Indexes always play an important role in performance. In fact, the query optimizer checks the statistics on the predicates before deciding what indexes to use. By default, statistics are created on all index columns when an index is created. However, it does not mean that statistics on non-index keys are useless for performance. If
Indexes always play an important role in performance. In fact, the query optimizer checks the statistics on the predicates before deciding what indexes to use. By default, statistics are created on all index columns when an index is created. However, it does not mean that statistics on non-index keys are useless for performance. If
Preface:
IndexThe query optimizer always plays an important role in performance. In fact, the query optimizer first checksStatisticsInformationAnd then decide what to useIndex. GenerallyIndex,IndexCreate ColumnsStatisticsInformation. But it does not mean thatIndexKeyStatisticsInformationIt is useless for performance.
If all columns in the table haveIndexThe database cannot afford it, and it is not a good idea, including all the columns used in the predicates.IndexIt is also not a good method. BecauseIndexLoad. Because space is requiredIndexAnd every DML statement needs to be updated.Index.
In general, we recommend that you add columns that appear in the where or ON clause.IndexBut in some cases, it is difficult to create all predicates.IndexCreateStatisticsInformationIt will be a minimum improvement. If Auto_Create_Statistics is ON, the optimizer will help you with this step.
Preparations:
By default, Auto_Create_Statistics is set to ON at the database level, but it must be changed to OFF for the following purposes:
ALTER DATABASE AdventureWorks2012 SET AUTO_CREATE_STATISTICS OFFGOALTER DATABASE AdventureWorks2012 SET AUTO_UPDATE_STATISTICS OFFGO
Create a new table for use in this article:
SELECT *INTO SalesOrdDemoFROM Sales.SalesOrderHeaderGO
Steps:
1. For new tables, there is noStatisticsInformationIn the preceding example, the following statement can be used for verification:
SELECT object_id , OBJECT_NAME(object_id) AS TableName , name AS StatisticsName , auto_createdFROM sys.statsWHERE object_id = OBJECT_ID('SalesOrdDemo')ORDER BY object_id DESC GO
Because noStatisticsInformationTherefore, this query has no data.
2. Create an aggregation on the new table.Index:
CREATE CLUSTERED INDEX idx_SalesOrdDemo_SalesOrderID ON SalesOrdDemo(SalesOrderID)GO
3. Run the script in step 1 again. You can see that the data already exists. Run the following statement and enable the execution plan:
SELECT s.salesorderid , so.SalesOrderDetailIDFROM salesordDemo AS s INNER JOIN Sales.SalesOrderDetail AS so ON s.salesorderid = so.SalesOrderIDWHERE s.duedate = '2005-09-19 00:00:00.000'
4. The following is the execution plan in step 3. Check that the SalesOrdDemo table has an aggregationIndexScan, which is reasonable because no WHERE clause is used in the SalesOrderID column. While the SalesOrderDetails table has non-ClusteringIndexScan. The actual number of rows is significantly different from the estimated number of rows.

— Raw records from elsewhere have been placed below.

/**
 * Patient details in the store: details entered with a refused upload are kept until the file becomes
 * usable, and a correction after import updates the record, keeps everything else and creates a new
 * analysis version. All files and patients are INVENTED.
 */
import fs from "node:fs";
import os from "node:os";
import path from "node:path";
import { afterEach, beforeEach, describe, expect, it } from "vitest";
import { buildRecord, type TestRecord } from "../../lib/analysis";
import { closeDb } from "../../lib/store/db";
import { getUploadDetails, recordUploadDetails, replaceImport, type UploadDetails } from "../../lib/store/reimport";
import { getTest, listAnalysisVersions, listAudit, saveAnalysisVersion, saveTest } from "../../lib/store/tests";
import { updatePatientDetails } from "../../lib/store/updatePatientDetails";

let dir = "";
beforeEach(() => {
  closeDb();
  dir = fs.mkdtempSync(path.join(os.tmpdir(), "cpet-patient-"));
  process.env.CPET_DB = path.join(dir, "test.sqlite");
});
afterEach(() => {
  closeDb();
  fs.rmSync(dir, { recursive: true, force: true });
});

const enc = (s: string) => new TextEncoder().encode(s);

/** 12 min of invented breaths every 10 s: VO2 400 → 2600 mL/min (or per kg), HR 70 → 166. */
function csv(perKg = false): string {
  const lines = [perKg ? "time_s,vo2_ml_kg_min,vco2_ml_min,ve_l_min,hr_bpm" : "time_s,vo2_ml_min,vco2_ml_min,ve_l_min,hr_bpm"];
  for (let t = 0; t <= 720; t += 10) {
    const vo2 = 400 + (2200 * t) / 720;
    lines.push(
      `${t},${perKg ? (vo2 / 80).toFixed(3) : vo2.toFixed(0)},${(vo2 * 0.95).toFixed(0)},${(vo2 * 0.03).toFixed(1)},${(70 + (96 * t) / 720).toFixed(0)}`,
    );
  }
  return lines.join("\n") + "\n";
}

async function imported(perKg = false): Promise<{ id: number; record: TestRecord }> {
  const built = await buildRecord({
    bytes: enc(csv(perKg)),
    fileName: "invented.csv",
    patient: { sex: "male", ageY: 45, heightCm: 178, weightKg: 80, betaBlocker: true },
    ergometer: "cycle",
    referral: "general",
    importOptions: { weightKg: 80 }, // as the upload form passes the entered weight
  });
  const record: TestRecord = {
    ...built.record!,
    spirometry: { fev1L: 3.9 },
    lactate: [{ timeS: 600, lactateMmolL: 4.1 }],
  } as TestRecord;
  const id = saveTest({ uploadId: null, label: "Invented", record, columns: built.columns, issues: built.issues });
  return { id, record };
}

const details: UploadDetails = Object.freeze({
  patient: Object.freeze({ sex: "female" as const, ageY: 52, heightCm: 165, weightKg: 65 }),
  ergometer: "treadmill" as const,
  referral: "heart-failure" as const,
  spirometry: Object.freeze({ fev1L: 2.6 }),
}) as UploadDetails;

describe("details entered with a refused upload", () => {
  it("are kept with the refused test, survive a re-read that is still refused, and are dropped once the record holds them", async () => {
    const id = saveTest({ uploadId: null, label: "Refused (invented)", record: null, columns: [], issues: [] });
    expect(getUploadDetails(id)).toBeNull();
    recordUploadDetails(id, details);
    expect(getUploadDetails(id)).toEqual(details);
    expect(listAudit(id)[0]).toMatchObject({
      action: "upload-details-kept",
      detail: "female, 52 y, 165 cm, 65 kg, treadmill, heart-failure",
    });
    // still refused after a re-read: the details stay
    replaceImport(id, { record: null, columns: [], issues: [], choices: { mapping: {} }, actor: "tester" });
    expect(getUploadDetails(id)).toEqual(details);
    // usable: the record now holds the details
    const { record } = await imported();
    replaceImport(id, { record, columns: [], issues: [], choices: { mapping: {} }, actor: "tester" });
    expect(getUploadDetails(id)).toBeNull();
  });

  it("are corrected in place for a refused test (no analysis version exists yet)", () => {
    const id = saveTest({ uploadId: null, label: "Refused (invented)", record: null, columns: [], issues: [] });
    recordUploadDetails(id, details);
    const r = updatePatientDetails(
      id,
      { sex: "female", ageY: 53, heightCm: 165, weightKg: 65, ergometer: "treadmill", referral: "heart-failure" },
      "tester",
    );
    expect(r).toEqual({ ok: true, changes: ["age 52 y → 53 y"], version: null });
    expect(getUploadDetails(id)?.patient.ageY).toBe(53);
    expect(getUploadDetails(id)?.spirometry).toEqual({ fev1L: 2.6 });
    expect(listAnalysisVersions(id)).toEqual([]);
  });
});

describe("correcting patient details after import", () => {
  it("updates only the details, keeps the rest of the record and saves a new analysis version with the current settings", async () => {
    const { id, record } = await imported();
    saveAnalysisVersion(id, { peakWindowS: 20 }, "test", "tester", "reviewer settings");
    const r = updatePatientDetails(
      id,
      { sex: "male", ageY: 46, heightCm: 180, weightKg: 80, ergometer: "treadmill", referral: "general" },
      "tester",
    );
    expect(r).toEqual({
      ok: true,
      changes: ["age 45 y → 46 y", "height 178 cm → 180 cm", "ergometer cycle → treadmill"],
      version: 2,
    });
    const t = getTest(id)!;
    expect(t.record!.patient).toEqual({ sex: "male", ageY: 46, heightCm: 180, weightKg: 80, betaBlocker: true });
    expect(t.record!.ergometer).toBe("treadmill");
    // everything else is the same record
    expect(t.record!.table).toEqual(record.table);
    expect(t.record!.spirometry).toEqual({ fev1L: 3.9 });
    expect(t.record!.lactate).toEqual([{ timeS: 600, lactateMmolL: 4.1 }]);
    expect(t.record!.importIssues).toEqual(record.importIssues);
    const versions = listAnalysisVersions(id);
    expect(versions[0]).toMatchObject({ version: 2, settings: { peakWindowS: 20 }, createdBy: "tester" });
    expect(versions[0].note).toBe(
      "patient details changed: age 45 y → 46 y; height 178 cm → 180 cm; ergometer cycle → treadmill",
    );
    expect(listAudit(id)[0]).toMatchObject({ action: "patient-details-changed" });
  });

  it("saving the same details changes nothing and creates no version", async () => {
    const { id } = await imported();
    const r = updatePatientDetails(
      id,
      { sex: "male", ageY: 45, heightCm: 178, weightKg: 80, ergometer: "cycle", referral: "general" },
      "tester",
    );
    expect(r).toEqual({ ok: true, changes: [], version: null });
    expect(listAnalysisVersions(id)).toEqual([]);
  });

  it("clearing a detail makes it 'not given'", async () => {
    const { id } = await imported();
    const r = updatePatientDetails(
      id,
      { ageY: 45, heightCm: 178, weightKg: 80, ergometer: "cycle", referral: "general" },
      "tester",
    );
    expect(r.ok && r.changes).toEqual(["sex male → not given"]);
    expect(getTest(id)!.record!.patient.sex).toBeUndefined();
  });

  it("a per-kg file: VO2 in mL/min follows the new weight, the per-kg plausibility warning is recomputed, and the weight cannot be removed", async () => {
    const { id, record } = await imported(true);
    expect(record.table.vo2PerKg).toBe(true);
    // last row: 2600 / 80 = 32.5 mL/kg/min × 80 kg = 2600 mL/min
    expect(record.table.rows.at(-1)!.vo2MlMin).toBeCloseTo(2600, 6);
    const r = updatePatientDetails(
      id,
      { sex: "male", ageY: 45, heightCm: 178, weightKg: 100, ergometer: "cycle", referral: "general" },
      "tester",
    );
    expect(r.ok).toBe(true);
    // 32.5 mL/kg/min × 100 kg = 3250 mL/min
    expect(getTest(id)!.record!.table.rows.at(-1)!.vo2MlMin).toBeCloseTo(3250, 6);
    const noWeight = updatePatientDetails(
      id,
      { sex: "male", ageY: 45, heightCm: 178, ergometer: "cycle", referral: "general" },
      "tester",
    );
    expect(noWeight).toMatchObject({ ok: false, field: "weightKg" });
    expect(getTest(id)!.record!.patient.weightKg).toBe(100);
  });

  it("an absolute-VO2 file: a lower weight raises the per-kg plausibility warning, a higher one removes it", async () => {
    const { id } = await imported();
    // peak 2600 mL/min ÷ 28 kg = 92.9 mL/kg/min > 90 (the weight is only checked here, not limited: the form applies PLAUSIBLE_LIMITS)
    updatePatientDetails(
      id,
      { sex: "male", ageY: 45, heightCm: 178, weightKg: 28, ergometer: "cycle", referral: "general" },
      "tester",
    );
    const issue = getTest(id)!.record!.importIssues.find((i) => i.code === "beyond-physiological-limit");
    expect(issue?.where?.field).toBe("vo2MlKgMin");
    expect(issue?.message).toContain("above 90 mL/kg/min");
    // 2600 ÷ 80 = 32.5: inside
    updatePatientDetails(
      id,
      { sex: "male", ageY: 45, heightCm: 178, weightKg: 80, ergometer: "cycle", referral: "general" },
      "tester",
    );
    expect(getTest(id)!.record!.importIssues.some((i) => i.code === "beyond-physiological-limit")).toBe(false);
  });

  it("an unknown test is refused with a message", () => {
    expect(updatePatientDetails(424242, { ergometer: "cycle", referral: "general" }, "tester")).toMatchObject({ ok: false });
  });
});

5. Now it is time to create a new table on DueDate.StatisticsInformationBecause this column is not included in the queryIndex.
CREATE STATISTICS st_SaledOrdDemo_DueDate ON SalesOrdDemo(DueDate)GO
6. Execute the script in step 3 again without any changes:
SELECT s.salesorderid , so.SalesOrderDetailIDFROM salesordDemo AS s INNER JOIN Sales.SalesOrderDetail AS so ON s.salesorderid = so.SalesOrderIDWHERE s.duedate = '2005-09-19 00:00:00.000'
7. Compare the preceding execution plan. At this time, the SalesOrderDetails table has beenIndexScanning becomes ClusteringIndexQuery, and the overhead is only 2%, more importantly, the actual number of rows is almost the same as the estimated number of rows:
Analysis:
If the optimizer can obtainStatisticsInformationThen, the operator knows the number of rows to be returned and helps the optimizer select the best execution mode.